Here are a list of great universities and colleges you may want to check out if online schooling appeals to you:
If you enter a career in forensic pathology, you can expect to be compensated well for your trials (as in a 6 figure salary).
However, the job itself is demanding, requiring a vast knowledge of the human anatomy. And, as we've already discussed, the rigors of getting your education and training can be incredibly difficult to overcome.
But if you have the determination and perseverance, you can earn quite a living in this line of criminal justice.
The average salary for this career is upwards of $100,000 per year. And if you are in a senior position, depending on your record and abilities, you can earn well over that amount.
We've already discussed in fairly great detail just how difficult it is to officially enter this field.

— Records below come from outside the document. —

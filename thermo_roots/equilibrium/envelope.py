"""The phase envelope of a mixture, traced by continuation through its critical point.

The envelope is the curve of the system of :mod:`.saturation_points` at vapor fraction
β = 0: the feed z in equilibrium with an incipient phase y = K z, in the variables
u = (ln K₁ … ln Kₙ, ln T, ln P). It starts at the bubble point at a low pressure
``P_start``, climbs the bubble side, passes the critical point (where every ln Kᵢ goes
through 0 together: the incipient phase becomes the feed's twin and then the denser of the
two) and comes down the dew side to ``P_start`` again (Michelsen 1980).

Each step:

- the tangent du/ds of the curve at the last point comes from the Jacobian of the converged
  point (J du/dS = e_spec), oriented along the direction of travel;
- the specified variable of the next point is the component of u that changes fastest along
  the tangent (the largest sensitivity), so the Jacobian stays well conditioned where T or P
  turns (cricondentherm, cricondenbar) and near the critical point, where ln K does;
- the step in the specified variable is limited so that no ln T moves by more than
  :data:`MAX_DLN_T`, no ln P by more than :data:`MAX_DLN_P` and no ln Kᵢ by more than
  :data:`MAX_DLN_K`; it grows by half after a Newton solve of three iterations or fewer and is
  halved (the point solved again) after a failed one;
- near the critical point (the largest |ln Kᵢ| below :data:`CRITICAL_JUMP_LN_K` and falling)
  the specified variable is that ln Kᵢ and the step takes it to minus its value, over the
  critical point in one step (Newton never meets K = 1 there, the trivial solution); the
  critical point itself is placed where ln Kᵢ = 0 by the cubic polynomials of ln T and ln P in
  that ln Kᵢ through the two points of the jump and two more solved at ln Kᵢ = ±0.01. Past it the phase
  labelled x (the feed) takes the vapor root and the incipient one the liquid root.

The cricondenbar (highest pressure) and cricondentherm (highest temperature) are solved
exactly: around the highest traced point, the point where dP/dT (or dT/dP) of the curve is
0, by bracketed root finding on that slope (each trial a point of the envelope at that T, or
P, whose sensitivity is the slope).

Quality lines (vapor fraction β of the feed) are the same system at 0 < β < 1, traced from
``P_start`` up to the neighbourhood of the critical point, where all of them meet.

References
----------
.. [1] Michelsen, M. L. (1980), Calculation of phase envelopes and critical points for
   multicomponent mixtures, Fluid Phase Equilib. 4, 1-10.
.. [2] Michelsen, M. L. & Mollerup, J. M. (2007), Thermodynamic Models: Fundamentals and
   Computational Aspects, 2nd ed., Tie-Line Publications, ch. 12 (phase envelopes,
   choice of the specified variable, step control).
"""

from __future__ import annotations

import html
from dataclasses import dataclass, field
from typing import Any

import numpy as np

from thermo_roots.equilibrium.fugacity import phase_fugacity
from thermo_roots.errors import InputError, WrongTypeError
from thermo_roots.equilibrium.saturation_points import (SATURATION_CAUTION, _check_model, _saturation_point,
                                                        _wilson_ln_k, feed_composition, newton_solve)
from thermo_roots.roots import find_root
from thermo_roots.units import to_si
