def cubic_ln_phi(T, v, P, R, a, b, c, v_min, d1, d2):
    """ln phi = a_res/(R T) + Z - 1 - ln Z [-] at (T, v) with the pressure P [Pa] given.

    a [Pa m^6/mol^2] is a(T); b, c, v_min [m^3/mol]; d1, d2 [-]. Z = P v/(R T) is formed
    from the given P, not from P(T, v): on a dense liquid at very low pressure P(T, v) is a
    small difference of large terms and would spoil ln Z (Michelsen & Mollerup 2007, ch. 4).
    CubicModel.ln_phi and the compiled (T, P) loop's choice of the stable root both call it.
    """
    e1 = v + c + d1 * b
    e2 = v + c + d2 * b
    RT = R * T
    integral = cubic_attraction_integral(e1, d1, d2, b, cubic_log_ratio(e1, e2, d1, d2))
    Z = P * v / RT
    return cubic_residual_helmholtz(RT, a, cubic_repulsion(v, v_min), integral) / RT + Z - 1.0 - np.log(Z)


def cubic_dP_dv_at(T, v, R, a, b, c, v_min, d1, d2):
    """(dP/dv)_T [Pa mol/m^3] at (T, v): :func:`cubic_dP_dv` with its factors formed here."""
    e1 = v + c + d1 * b
    e2 = v + c + d2 * b
    return cubic_dP_dv(R * T, a, v - v_min, e1, e2, e1 * e2)


# The cubic in Z at given (T, P): A = a P/(R T)^2, B = b P/(R T), u = d1 + d2, w = d1 d2 (the
# untranslated cubic's Z = P v_cubic/(R T)). Its roots come from inversion/cubic.py; these are
# the polynomial's own formulas, shared by the numpy path and the compiled loops.

def cubic_z_coefficients(A, B, u, w):
    """(c2, c1, c0, B) of Z^3 + c2 Z^2 + c1 Z + c0 = 0 (Michelsen & Mollerup 2007, ch. 3)."""
    c2 = (u - 1.0) * B - 1.0
    c1 = A + w * B * B - u * B * (1.0 + B)
    c0 = -B * (A + w * B * (1.0 + B))
    return c2, c1, c0, B


def cubic_z_root_rate(z, c2, c1, A, B, u, w):
    """dZ/d ln P [-] of a root z of the cubic in Z at fixed T, by implicit differentiation.

    A and B are proportional to P, so the coefficients' derivatives in ln P are polynomials
    in A and B: dc2 = (u - 1) B, dc1 = A + 2 w B^2 - u B (1 + 2 B),
    dc0 = -B (2 A + w B (2 + 3 B)); dZ = -(dc2 Z^2 + dc1 Z + dc0) / (3 Z^2 + 2 c2 Z + c1).
    """
    df = (3.0 * z + 2.0 * c2) * z + c1
    dfl = ((u - 1.0) * B * z + (A + 2.0 * w * B * B - u * B * (1.0 + 2.0 * B))) * z - B * (2.0 * A + w * B * (2.0 + 3.0 * B))
    return -dfl / df


def cubic_fugacity_gap_z(zl, zv, A_over_B, B, d1, d2):
    """ln phi_L - ln phi_V [-] of the untranslated cubic from its roots Z_L, Z_V at one (T, P).

    From ln phi = Z - 1 - ln(Z - B) - (A/B) J(Z), J = ln((Z + d1 B)/(Z + d2 B))/(d1 - d2)
    (J = B/(Z + d B) when d1 = d2 = d): :func:`cubic_ln_phi` written in Z with the
    logarithms of the two phases merged, so two logarithms give the difference instead of
    six, and no P(T, v) is formed (it keeps its digits at the tiny liquid roots of very low
    pressures). A volume translation shifts both ln phi by the same c P/(R T), so the
    difference is the translated model's too (Peneloux, Rauzy & Freze 1982).
    A_over_B = a/(b R T), B = b P/(R T) [-].
    """
    return (zl - zv) - np.log((zl - B) / (zv - B)) - A_over_B * cubic_attraction_gap(zl, zv, B, d1, d2)


def cubic_attraction_gap(zl, zv, B, d1, d2):
    """B (I_L - I_V) [-]: the difference of the attraction integrals of two roots in Z,
    I(Z) = ln((Z + d1 B)/(Z + d2 B)) / ((d1 - d2) B) (1/(Z + d B) when d1 = d2 = d).

    The one term that the fugacity gap and the vaporization enthalpy of the cubic share.
    The branch is on the family's constants, never on the data.
    """
    if d1 == d2:
        return B / (zl + d1 * B) - B / (zv + d1 * B)
    return np.log((zl + d1 * B) * (zv + d2 * B) / ((zl + d2 * B) * (zv + d1 * B))) / (d1 - d2)


# --------------------------------------------------------------------------- mixing rules
# The van der Waals one-fluid rule, a = sum_i sum_j x_i x_j a_ij with a_ij = sqrt(a_i a_j)(1 - k_ij),
# b = sum_i x_i b_i, c = sum_i x_i c_i, written with q_i = sqrt(a_i(T)) so that a_ij = M_ij q_i q_j
# (M = 1 - k) and the T derivatives follow from those of q. Plain arithmetic on arrays whose
# last axis is the component: one formula for every composition, a pure fluid's included.

def mixing_attraction(q, dq, d2q, M, x):
    """(a, da/dT, d2a/dT2, psi) of the van der Waals one-fluid rule at compositions x.

    q, dq, d2q : sqrt(a_i(T)) and its two T-derivatives, shape (..., n) [sqrt(Pa) m^3/mol ...];
    M : 1 - k_ij, shape (n, n), symmetric; x : mole fractions, shape (..., n).
    psi_i = sum_j x_j a_ij [Pa m^6/mol^2], the term ln phi_i needs (d(n^2 a)/dn_i = 2 psi_i).
    a = sum_i x_i psi_i; da = 2 sum_i x_i dq_i (M w)_i with w = q x;
    d2a = 2 sum_i x_i (d2q_i (M w)_i + dq_i (M dw)_i) with dw = dq x
    (Michelsen & Mollerup 2007, ch. 3, classical mixing rules).
    """
    Mw = (q * x) @ M
    Mdw = (dq * x) @ M
    psi = q * Mw
    a = np.sum(x * psi, axis=-1)
    da = 2.0 * np.sum(x * dq * Mw, axis=-1)
    d2a = 2.0 * np.sum(x * (d2q * Mw + dq * Mdw), axis=-1)
    return a, da, d2a, psi
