def _signed(x, unit):
    x = _scalar(x)
    return "-" if not math.isfinite(x) else f"{x:+.3g} {unit}".rstrip()


# --------------------------------------------------------------------------- input checks

def _check_inlet(model, inlet, caller):
    if not isinstance(inlet, (State, MixtureState)):
        raise TypeError(f"{caller}(model, inlet, ...) needs the inlet as a State from thermo_roots.solve, e.g. "
                        f"solve(model, P='10 bar', quality=0); got {type(inlet).__name__} {inlet!r:.60}.")
    if inlet.model is not model and inlet.model != model:
        raise InputError(f"{caller}: the inlet was solved with {inlet.model!r}, not with {model!r}; solve the inlet "
                         f"with the same model (solve(model, ...)) or pass inlet.model as the model.")
    reason = np.asarray(inlet.reason, dtype=object)
    if np.any(reason != ""):
        first = next(str(r) for r in reason.ravel() if r != "")
        raise InputError(f"{caller}: the inlet is not solved everywhere ({first}); solve a valid inlet first.")
    fluids = model.components.fluids if model.is_mixture else (model.fluid,)
    for fluid in fluids:
        if fluid.ideal_gas is None:
            raise InputError(f"{caller}: {fluid.name} has no ideal-gas heat capacity, so its enthalpy and entropy "
                             "are unknown; give Fluid(..., cp0=...) or use a library fluid (get_fluid).")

We've also covered the many and great rewards you will reap once you've joined the pathology ranks.
But exactly does forensic pathology entail?
This is someone with an extensive education, being trained in human anatomy and forensics, who aids an investigation by determining the cause of death of a corpse.
By examining the deceased, the story of what happened to whom, how, and where can begin to unfold.
It is at the request of a coroner or medical examiner that the pathologist performs an autopsy. But what is he or she looking for?
This job requires looking to determine whether someone's death was:
In order to determine the cause of death, the following actions are performed:
The work in this field is hard, the hours long, and the responsibilities numerous, but the job is an incredibly important one.
By working in forensic pathology, you are not just making a living; you are making a real difference.
The investigation of death is different depending on where in the world you're working. This is also true of the many qualifications and requirements of becoming a pathologist.
In the United States, forensic pathology was first recognized by the American Board of Pathology in 1959. In Canada, however, the profession was fully and officially recognized until 2003.